What is needed: From the entries below, please output exactly the lines starting at the one containing "above: 0, most: 1" and ending at the one containing "draft === true", both included.

Material provided:
import { fieldBounds, type AgreedBaseline, type FieldDescriptor, type Margin } from '@evenrule/metrology'
import { formatNumber, parseNumber } from '../format'
import { shiftDecimal } from '../format/numbers'
import { clauseFormWords } from '../strings/clauseForms'
import { boundsWords } from '../strings/fields'
import { numberProblemWords, problemWords } from '../strings/problems'

/** What stands in for the width of a one-sided tolerance, as typed; an empty kind: nothing was agreed. */
export interface BaselineDraft {
  kind: AgreedBaseline['kind'] | ''
  text: string
  unit: string
}

/** A margin as typed: percent or value as text, so that nothing entered is lost. */
export interface MarginDraft {
  base: Margin['base']
  text: string
  unit: string
  /** Missing in what was kept before there were baselines. */
  baseline?: BaselineDraft
}

/** The fields of a clause as typed, by name. */
export type ClauseDraft = Record<string, string | boolean | MarginDraft | BaselineDraft>

/** What a draft stands for, or messages by field name where it cannot be read. */
export type ReadDraft =
  | { parameters: Record<string, unknown>; problems: null }
  | { parameters: null; problems: Record<string, string> }

const percentKinds = new Set<FieldDescriptor['kind']>(['share', 'confidence'])
const plainText = (value: number): string => String(value)
const percentText = (value: number): string => String(shiftDecimal(value, 2))

const isMargin = (value: unknown): value is Margin =>
  typeof value === 'object' && value !== null && 'base' in value
const isBaseline = (value: unknown): value is AgreedBaseline =>
  typeof value === 'object' && value !== null && 'kind' in value

/** No baseline agreed, ready for typing one. */
export const noBaseline = (unit: string): BaselineDraft => ({ kind: '', text: '', unit })

function draftOfBaseline(value: unknown, unit: string): BaselineDraft {
  if (!isBaseline(value)) return noBaseline(unit)
  if (value.kind === 'process') return { kind: 'process', text: '', unit }
  return {
    kind: value.kind,
    text: plainText(value.value),
    unit: value.kind === 'absolute' ? value.unit : unit,
  }
}

function draftOfMargin(value: unknown, unit: string): MarginDraft {
  if (!isMargin(value)) return { base: 'tolerance', text: '', unit, baseline: noBaseline(unit) }
  return value.base === 'absolute'
    ? { base: 'absolute', text: plainText(value.value), unit: value.unit, baseline: noBaseline(unit) }
    : {
        base: value.base,
        text: percentText(value.share),
        unit,
        baseline: draftOfBaseline(value.base === 'tolerance' ? value.baseline : undefined, unit),
      }
}

const textKinds = new Set<FieldDescriptor['kind']>(['text', 'clause-key'])

function draftOfField(field: FieldDescriptor, value: unknown, unit: string): ClauseDraft[string] {
  if (field.kind === 'boolean') return value === true
  if (field.kind === 'choice') return typeof value === 'string' ? value : (field.choices?.[0] ?? '')
  if (textKinds.has(field.kind)) return typeof value === 'string' ? value : ''
  if (field.kind === 'margin') return draftOfMargin(value, unit)
  if (field.kind === 'baseline') return draftOfBaseline(value, unit)
  if (typeof value !== 'number') return ''
  return percentKinds.has(field.kind) ? percentText(value) : plainText(value)
}

/**
 * A draft to start typing from: the parameters given, or the fields' defaults. `unit` is the characteristic's, for
 * margins given as a value.
 */
export function draftOf(
  fields: readonly FieldDescriptor[],
  { parameters, unit = 'mm' }: { parameters?: object; unit?: string } = {},
): ClauseDraft {
  const given = parameters as Record<string, unknown> | undefined
  return Object.fromEntries(
    fields.map((field) => [field.name, draftOfField(field, given ? given[field.name] : field.default, unit)]),
  )
}

type Bounds = ReturnType<typeof fieldBounds>

/** The message for a value outside its bounds; percentages are named as percentages. */
function boundsProblem(value: number, bounds: Bounds, percent: boolean): string | undefined {
  const write = (bound: number) =>
    percent ? formatNumber(shiftDecimal(bound, 2), { unit: '%' }) : formatNumber(bound)
  if (bounds.least !== undefined && value < bounds.least) return boundsWords.least(write(bounds.least))
  if (bounds.above !== undefined && value <= bounds.above) return boundsWords.above(write(bounds.above))
  if (bounds.most !== undefined && value > bounds.most) return boundsWords.most(write(bounds.most))
  if (bounds.below !== undefined && value >= bounds.below) return boundsWords.below(write(bounds.below))
  return undefined
}

type Read = { value: unknown } | { problem: string }

function readNumber(text: string, bounds: Bounds, { percent = false, whole = false } = {}): Read {
  const parsed = parseNumber(text)
  if (parsed.problem) return { problem: numberProblemWords[parsed.problem] }
  const value = percent ? shiftDecimal(parsed.value, -2) : parsed.value
  if (whole && !Number.isInteger(value)) return { problem: boundsWords.whole }
  const problem = boundsProblem(value, bounds, percent)
  return problem ? { problem } : { value }
}

/** `value` is left out where nothing was agreed. */
function readBaseline(draft: BaselineDraft | undefined): Read {
  if (!draft?.kind) return { value: undefined }
  if (draft.kind === 'process') return { value: { kind: 'process' } }
  const read = readNumber(draft.text, draft.kind === 'absolute' ? { above: 0 } : {})
  if ('problem' in read) return { problem: clauseFormWords.baselineProblem(read.problem) }
  const value = { kind: draft.kind, value: read.value }
  return { value: draft.kind === 'absolute' ? { ...value, unit: draft.unit } : value }
}

function readMargin(draft: MarginDraft): Read {
  if (draft.base === 'absolute') {
    const read = readNumber(draft.text, { above: 0 })
    return 'problem' in read ? read : { value: { base: 'absolute', value: read.value, unit: draft.unit } }
  }
  const read = readNumber(draft.text, { above: 0, most: 1 }, { percent: true })
  if ('problem' in read) return read
  const baseline = draft.base === 'tolerance' ? readBaseline(draft.baseline) : { value: undefined }
  if ('problem' in baseline) return baseline
  const agreed = baseline.value === undefined ? {} : { baseline: baseline.value }
  return { value: { base: draft.base, share: read.value, ...agreed } }
}

function readText(field: FieldDescriptor, text: string): Read {
  if (text.trim() === '') return { problem: clauseFormWords.textMissing }
  if (field.longest !== undefined && text.trim().length > field.longest)
    return { problem: clauseFormWords.longest(field.longest) }
  return { value: text.trim() }
}

function readField(field: FieldDescriptor, draft: ClauseDraft[string] | undefined): Read {
  if (field.kind === 'boolean') return { value: draft === true }
  if (typeof draft === 'object') return 'kind' in draft ? readBaseline(draft) : readMargin(draft)
  const text = typeof draft === 'string' ? draft : ''
  if (field.kind === 'nullable-number' && text.trim() === '') return { value: null }
  if (field.kind === 'baseline' || (!field.required && text.trim() === '')) return { value: undefined }
  if (field.kind === 'choice') return text ? { value: text } : { problem: problemWords['not-a-choice'] }
  if (field.kind === 'clause-key') return text ? { value: text } : { problem: clauseFormWords.keyMissing }
  if (field.kind === 'text') return readText(field, text)
  return readNumber(text, fieldBounds(field), {
    percent: percentKinds.has(field.kind),
    whole: field.kind === 'integer',
  })
}

/** Reads a draft into a clause's parameters, or says field by field what must change. */
export function readDraftParameters(fields: readonly FieldDescriptor[], draft: ClauseDraft): ReadDraft {
  const parameters: Record<string, unknown> = {}
  const problems: Record<string, string> = {}
  for (const field of fields) {
    const read = readField(field, draft[field.name])
    if ('problem' in read) problems[field.name] = read.problem
    else if (read.value !== undefined) parameters[field.name] = read.value
  }
  return Object.keys(problems).length ? { parameters: null, problems } : { parameters, problems: null }
}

Response below:
  const read = readNumber(draft.text, { above: 0, most: 1 }, { percent: true })
  if ('problem' in read) return read
  const baseline = draft.base === 'tolerance' ? readBaseline(draft.baseline) : { value: undefined }
  if ('problem' in baseline) return baseline
  const agreed = baseline.value === undefined ? {} : { baseline: baseline.value }
  return { value: { base: draft.base, share: read.value, ...agreed } }
}

function readText(field: FieldDescriptor, text: string): Read {
  if (text.trim() === '') return { problem: clauseFormWords.textMissing }
  if (field.longest !== undefined && text.trim().length > field.longest)
    return { problem: clauseFormWords.longest(field.longest) }
  return { value: text.trim() }
}

function readField(field: FieldDescriptor, draft: ClauseDraft[string] | undefined): Read {
  if (field.kind === 'boolean') return { value: draft === true }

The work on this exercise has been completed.